When I publish a service with a VIP, the advertised address does not route properly to the advertised port. For example, for a MariaDB Galera 3-node cluster service with a VIP specified as:
"labels": {
"VIP_0": "/mariadb-galera:3306"
}
On the configuration tab of the service page (and according to the docs), the load balanced address is:
mariadb-galera.marathon.l4lb.thisdcos.directory:3306
I can ping the DNS name just fine, but...
When I try to connect a front-end service (Drupal7, wordpress) to consume this load balanced address:port combination, there will be numerous connection failures and timeouts. It isn't that it never works but that it works quite sporadically, if at all. Drupal7 dies almost immediately and starts kicking up Bad Gateway errors.

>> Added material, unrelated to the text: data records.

/// Two rows of one `(task, chunk)` that disagree (different counts; for a splitting task, any
/// difference): the stores were made from different specs or one of them is damaged.
#[derive(Clone, Debug, PartialEq)]
pub struct Conflict {
    /// The task key.
    pub task: String,
    /// The chunk.
    pub chunk: u64,
    /// Index of the list (store) of the kept row, and its `(shots, failures)`.
    pub kept: (usize, u64, u64),
    /// Index of the list of the dropped row, and its `(shots, failures)`.
    pub dropped: (usize, u64, u64),
    /// For a splitting task: the per-shot rates of the kept and the dropped row.
    pub rates: Option<(f64, f64)>,
}

/// Combines row lists, keeping the first row of each `(task, chunk)`. Returns the rows and the
/// duplicates that disagree with the kept row (a sign of mixed-up stores): for a sampling chunk
/// different counts, for a splitting task any difference (the same task and seed give the same
/// row on any machine).
pub fn merge_rows(
    lists: impl IntoIterator<Item = Vec<ChunkRow>>,
) -> (Vec<ChunkRow>, Vec<Conflict>) {
    let mut seen: HashMap<(String, u64), (usize, usize)> = HashMap::new();
    let mut out: Vec<ChunkRow> = Vec::new();
    let mut conflicts = Vec::new();
    for (k, list) in lists.into_iter().enumerate() {
        for r in list {
            match seen.get(&(r.task.clone(), r.chunk)) {
                Some(&(from, at)) => {
                    let kept = &out[at];
                    let differ = (kept.shots, kept.failures) != (r.shots, r.failures)
                        || kept.splitting != r.splitting;
                    if differ {
                        let rate = |x: &ChunkRow| x.splitting.as_ref().map(|s| s.per_shot.rate);
                        conflicts.push(Conflict {
                            task: r.task.clone(),
                            chunk: r.chunk,
                            kept: (from, kept.shots, kept.failures),
                            dropped: (k, r.shots, r.failures),
                            rates: rate(kept).zip(rate(&r)),
                        });
                    }
                }
                None => {
                    seen.insert((r.task.clone(), r.chunk), (k, out.len()));
                    out.push(r);
                }
            }
        }
    }
    (out, conflicts)
}

/// The totals of one task, for plots and fits.
#[derive(Clone, Debug, PartialEq)]
pub struct Point {
    /// Task key.
    pub task: String,
    /// Curve label.
    pub label: String,
    /// Decoder name.
    pub decoder: String,
    /// Bias as written, if any.
    pub bias: Option<String>,
    /// Model keys varied by the grid, path → value.
    pub vary: BTreeMap<String, String>,
    /// The noise text of the task.
    pub noise: String,
    /// Code family.
    pub family: String,
    /// Distance.
    pub distance: u32,
    /// Rounds.
    pub rounds: u32,
    /// Physical error rate.
    pub p: f64,
    /// Total shots.
    pub shots: u64,
    /// Total logical failures.
    pub failures: u64,
    /// The splitting estimate, for a splitting task (`shots` and `failures` are then those of
    /// direct sampling at the top of its ladder, not of the task's noise).
    pub splitting: Option<SplittingRow>,
}

impl Point {
    /// The logical error rate per shot (or per round) with its 95% interval: Wilson's for a
    /// sampled point, the ladder's for a splitting point.
    pub fn estimate(&self, per_round: bool) -> Estimate {
        match &self.splitting {
            Some(s) if per_round => s.per_round,
            Some(s) => s.per_shot,
            None => {
                let e = Estimate::wilson(self.failures, self.shots, crate::study::stats::Z95);
                if per_round {
                    e.per_round(self.rounds)
                } else {
                    e
                }
            }
        }
    }

    /// The curve family this point belongs to: label, decoder, bias and varied keys.
    pub fn group(&self) -> String {
        let mut parts = vec![self.decoder.clone()];
        if let Some(b) = &self.bias {
            parts.push(format!("bias {b}"));
        }
        parts.extend(self.vary.iter().map(|(k, v)| format!("{k} {v}")));
        format!("{} ({})", self.label, parts.join(", "))
    }

    /// The parameters that tell this point's group from others of its label: `bias` and the
    /// varied keys, as `(name, value)`.
    pub fn parameters(&self) -> Vec<(String, String)> {
        let mut out = Vec::new();
        if let Some(b) = &self.bias {
            out.push(("bias".to_string(), b.clone()));
        }
        out.extend(self.vary.iter().map(|(k, v)| (k.clone(), v.clone())));
        out
    }
}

What I have found through experimentation is that if I specify a hostPort for the service in question, the load balanced address will work as long as I use the hostPort
value, and not the advertised load balanced service port as above. In this specific case I specified a hostPort
of 3310.
"network":"USER",
"portMappings": [
{
"containerPort": 3306,
"hostPort": 3310,
"servicePort": 10000,
"name": "mariadb-galera",
"labels": {
"VIP_0": "/mariadb-galera:3306"
}
}
Then if I use the load balanced address (mariadb-galera.marathon.l4lb.thisdcos.directory
) with the host port value (3310) in my Drupal7 settings.php, the front end connects and works fine.
I've noticed similar behaviour with custom applications connecting to mongodb backends also in a DC/OS environment... it seems the load balanced address/port combination specified never works reliably... but if you substitute the hostPort value, it does.
The docs clearly state that:
address and port is load balanced as a pair rather than individually.
(from https://docs.mesosphere.com/1.9/networking/dns-overview/)
Yet I am unable to effectively connect when I specify the VIP designated port. Yet IT DOES WORK when I use the hostPort (and will not work at all unless I designate a specific hostPort in the service definition json). Wether or not this approach is actually load balanced remains a question to me based on the wording in the documentation.
I must be doing something wrong, but I am at a loss... any help is appreciated.
My cluster nodes are VMWare virtual machines.